Saint-Gobain Semiconductor Equipment (San Jose, California), a precision manufacturing and assembly operation for the semiconductor equipment industry, has always tried to apply the latest, most effective technologies to its operations. Recently, it became time to replace its aging milling centers with new machining technology.

Most of the company's work is machined to tight tolerances and super-high finishes. The company builds, assembles, tests and then ships a complete product. The many multi-faceted parts being machined at Saint-Gobain typically required several setups on different machines, often with cumbersome pallet and indexing devices.

Some of the prismatic parts and large-diameter parts were machined on a stand-alone horizontal milling machine with a pallet and a CNC indexer. This attempt to machine as many features and sides per setup as possible required several different part setups, and cycle times were too long. In addition, the cables and different controls necessary to control the indexer and the machine created an added burden, leaving cables running from the machining center to the indexer control.

The company needed a simpler approach. Its standard three-axis mills worked fine, but the more accurate machines were getting old; some were more than 12 years old and were starting to lose some accuracy. The company needed a multitasking machining system that offered greater capabilities.

Operating weekday shifts in swing operation and day shifts during the weekend, many of the machines at Saint-Gobain only see 4-hour idle times. To keep up with this schedule and the quickly changing market demands of the semiconductor industry, the company needed the most reliable, accurate and capable machining technologies. It also needed systems that could machine products primarily from 6061 and some 5052 aluminum alloys.

The Variaxis 200 from Mazak (Florence, Kentucky) was the solution. The 110-inch by 105-inch footprint of the Variaxis houses a spindle head that can travel up to 1,969 ipm in a 20-by 20-by 18-inch work envelope. Its integral tilt-rotary table can hold 300 kg parts 19.7 inches in diameter and 15.9 inches high. The table's A-axis and C-axis motion s of 150 degrees and 360 degrees, respectively, provide part maneuverability. According to the company, it offers five-axis movement to lower the setups needed to machine a complete, complex part from several to one. In addition, its fast rapid travels translated into shorter cycle times.

Previously, drilling the holes on HMCs had been a lengthy process. Transferring the pallet to the Variaxis provided many benefits. These included fewer tools to machine the final part, setups reduced from four to one and faster cycle times because of faster travel speeds. Now, the company produces a complete part that once took 40 minutes in just 8 minutes—an 80 percent reduction in cycle time.

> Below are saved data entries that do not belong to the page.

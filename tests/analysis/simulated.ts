import type { EmbeddedSpectrum, Sheet } from '../../analysis/index.ts';
import { type Bands, epsilonAt, normal } from './synthetic.ts';

/** One invented measurement: what is true, and what the instrument does to it. */
export interface Conditions {
  readonly seed: number;
  /** Mono over mono and bis. */
  readonly fraction: number;
  /** Largest absorbance of the crude. */
  readonly absorbance: number;
  readonly stepNm: number;
  /** Points of the running mean that the instrument takes of what it records; 1 for none. */
  readonly smoothing: number;
  readonly noise: { readonly constant: number; readonly transmittance: number };
  /** Whether the sheet states the noise (what is left of it after smoothing). */
  readonly noiseStated: boolean;
  /** True offset in wavelength of the crude, nm. */
  readonly shiftNm: number;
  /** True stray light, in crude and standards alike. */
  readonly strayLight: number;
  /** Standard deviation of the baseline offset of each spectrum. */
  readonly offsetSd: number;
  /** Largest absorbance of each standard, relative standard uncertainties of its stock and its dilution. */
  readonly standards: readonly number[];
  readonly stock: number;
  readonly dilution: number;
  /** True: the standards are recorded without noise and offset, and their concentrations are exact. */
  readonly exactStandards: boolean;
  /** A species without a standard: centre and standard deviation in nm, height over the largest absorbance. */
  readonly hidden: readonly [number, number, number] | null;
  readonly fit: Sheet['fit'];
}

export const usual: Conditions = {
  seed: 1,
  fraction: 0.5,
  absorbance: 0.5,
  stepNm: 1,
  smoothing: 1,
  noise: { constant: 3e-4, transmittance: 2e-4 },
  noiseStated: false,
  shiftNm: 0,
  strayLight: 0,
  offsetSd: 5e-4,
  standards: [0.4, 0.9],
  stock: 0.005,
  dilution: 0.003,
  exactStandards: false,
  hidden: null,
  fit: {},
};

export const bands: Readonly<Record<'arm' | 'mono' | 'bis', Bands>> = {
  arm: [[275, 16, 9000]],
  mono: [
    [320, 20, 16000],
    [245, 12, 6000],
  ],
  bis: [
    [355, 22, 27000],
    [255, 14, 9000],
  ],
};
const names = ['arm', 'mono', 'bis'] as const;
const [from, to] = [230, 470];

/** A sheet of one aliquot with every spectrum drawn anew. `truth` is in mol/L. */
export function simulated(changes: Partial<Conditions>): {
  readonly sheet: Sheet;
  readonly truth: Readonly<Record<'arm' | 'mono' | 'bis', number>>;
} {
  const made = { ...usual, ...changes };
  const gauss = normal(made.seed);
  const nm = Array.from(
    { length: Math.round((to - from) / made.stepNm) + 1 },
    (_, i) => from + i * made.stepNm,
  );
  const record = recorder(made, nm, gauss);
  const recordStandard = made.exactStandards
    ? recorder({ ...made, noise: noNoise, offsetSd: 0 }, nm, gauss)
    : record;
  const errors = made.exactStandards ? { stock: 0, dilution: 0 } : made;
  const shape = { arm: 0.2, mono: 0.8 * made.fraction, bis: 0.8 * (1 - made.fraction) };
  const unit = (at: number) =>
    names.reduce((sum, name) => sum + shape[name] * epsilonAt(bands[name], at), 0);
  const largest = nm
    .filter((at) => at >= 240 && at <= 450)
    .reduce((most, at) => Math.max(most, unit(at)), 0);
  const total = made.absorbance / largest;
  const truth = { arm: shape.arm * total, mono: shape.mono * total, bis: shape.bis * total };
  const { hidden } = made;
  const crude = record((at) => {
    const band = hidden
      ? made.absorbance * hidden[2] * Math.exp(-0.5 * ((at - hidden[0]) / hidden[1]) ** 2)
      : 0;
    return total * unit(at - made.shiftNm) + band;
  });
  const sheet: Sheet = {
    format: 'monobis-sheet',
    version: 1,
    title: 'Simulated',
    reaction: { core: 'core', arm: 'arm', sites: 2 },
    species: [
      { id: 'core', cores: 1, arms: 0, absorbs: false },
      { id: 'arm', cores: 0, arms: 1 },
      { id: 'mono', cores: 1, arms: 1 },
      { id: 'bis', cores: 1, arms: 2 },
    ],
    stocks: names.map((name) => ({
      id: `${name}-A`,
      species: name,
      relativeStandardUncertainty: made.stock,
    })),
    standards: names.flatMap((name) => {
      const stockError = 1 + errors.stock * gauss();
      const top = Math.max(...bands[name].map(([, , height]) => height));
      return made.standards.map((peak, index) => {
        const stated = peak / top;
        const real = stated * stockError * (1 + errors.dilution * gauss());
        return {
          id: `${name}-${index + 1}`,
          species: name,
          stock: `${name}-A`,
          concentrationMolPerL: stated,
          relativeStandardUncertainty: made.dilution,
          spectrum: { embedded: recordStandard((at) => real * epsilonAt(bands[name], at)) },
        };
      });
    }),
    aliquots: [{ id: 'a1', spectrum: { embedded: crude } }],
    fit: {
      windowNm: [240, 450],
      baseline: 'offset',
      ...(made.noiseStated ? { noise: afterSmoothing(made) } : {}),
      ...made.fit,
    },
  };
  return { sheet, truth };
}

const noNoise = { constant: 0, transmittance: 0 };

function afterSmoothing({ noise, smoothing }: Conditions): Conditions['noise'] {
  const factor = 1 / Math.sqrt(smoothing);
  return { constant: noise.constant * factor, transmittance: noise.transmittance * factor };
}

/** Signal, stray light, offset, noise, then the running mean over what was read. */
function recorder(made: Conditions, nm: readonly number[], gauss: () => number) {
  const half = made.smoothing >> 1;
  return (absorbance: (at: number) => number): EmbeddedSpectrum => {
    const offset = made.offsetSd * gauss();
    const read = Array.from({ length: nm.length + 2 * half }, (_, i) => {
      const pure = absorbance(from + (i - half) * made.stepNm);
      const shown =
        made.strayLight === 0
          ? pure
          : -Math.log10((10 ** -pure + made.strayLight) / (1 + made.strayLight));
      const sd = Math.hypot(made.noise.constant, made.noise.transmittance * 10 ** shown);
      return shown + offset + sd * gauss();
    });
    const values = nm.map((_, i) => {
      let sum = 0;
      for (let k = 0; k <= 2 * half; k++) sum += read[i + k] ?? 0;
      return sum / (2 * half + 1);
    });
    return { name: 'simulated', wavelengthNm: [...nm], absorbance: values };
  };
}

The rigidity and speed of the system extended to other operations as well. For example, during a test run, a 9-by 6-by 6-inch block of aluminum weighing 30 pounds was roughed and finished in a single setup that included drilling and boring to create a detailed part weighing about 5 pounds. On a stand-alone horizontal mill it took four setups to create the same part.

The right tooling was an important issue in that particular operation. The company had tool reach and rigidity problems with the previous tooling. Saint-Gobain has been working closely with Kennametal on a new end mill that would suit the work the system needed to perform. The result was a new plunging tool proven out at 300 ipm. The tool worked so well that Saint-Gobain plans to increase the Z-axis travel speed from 300 to 500 ipm during production.

The part maneuverability possible on the Variaxis, with its rotational and angular worktable axes, is said to allow optimal cutting-tool usage. Saint-Gobain found the part accuracy impressive. In one setup, the machine cuts one face, rotates the part using the transom, then, using the same tool, cuts another face, explains the company. This method ensures perpendicularity, holding a true position of 0.0025 inch. In addition, a part that once required 45 minutes of cycle time now takes only 28 minutes for the removal of 25 pounds of metal.

The company says it also is pleased with the Mazatrol Fusion 640 control. Its engineers found the Mazatrol to be easy to navigate, making it that much easier and faster for them to get up to speed on using the machine.

Saint-Gobain was so impressed with the multi-tasking machining centers from Mazak, that it ordered four systems: two of the Variaxis and two of the Integrex. Currently, the Variaxis is used as both a production and development machine, producing production parts and proving out part designs. As the semiconductor market picks up, it will shift its operations into more of a production mode, says the company.

Today, managers keep their eyes open for any other part that fits the capabilities of the Variaxis. The parts destined for the Variaxis include multi-faceted, multi-shaped parts and block shapes. According to the company, anything that will fit inside the machine and can benefit from the 0-to 1,390-ipm rapid traverse will go directly to the machine.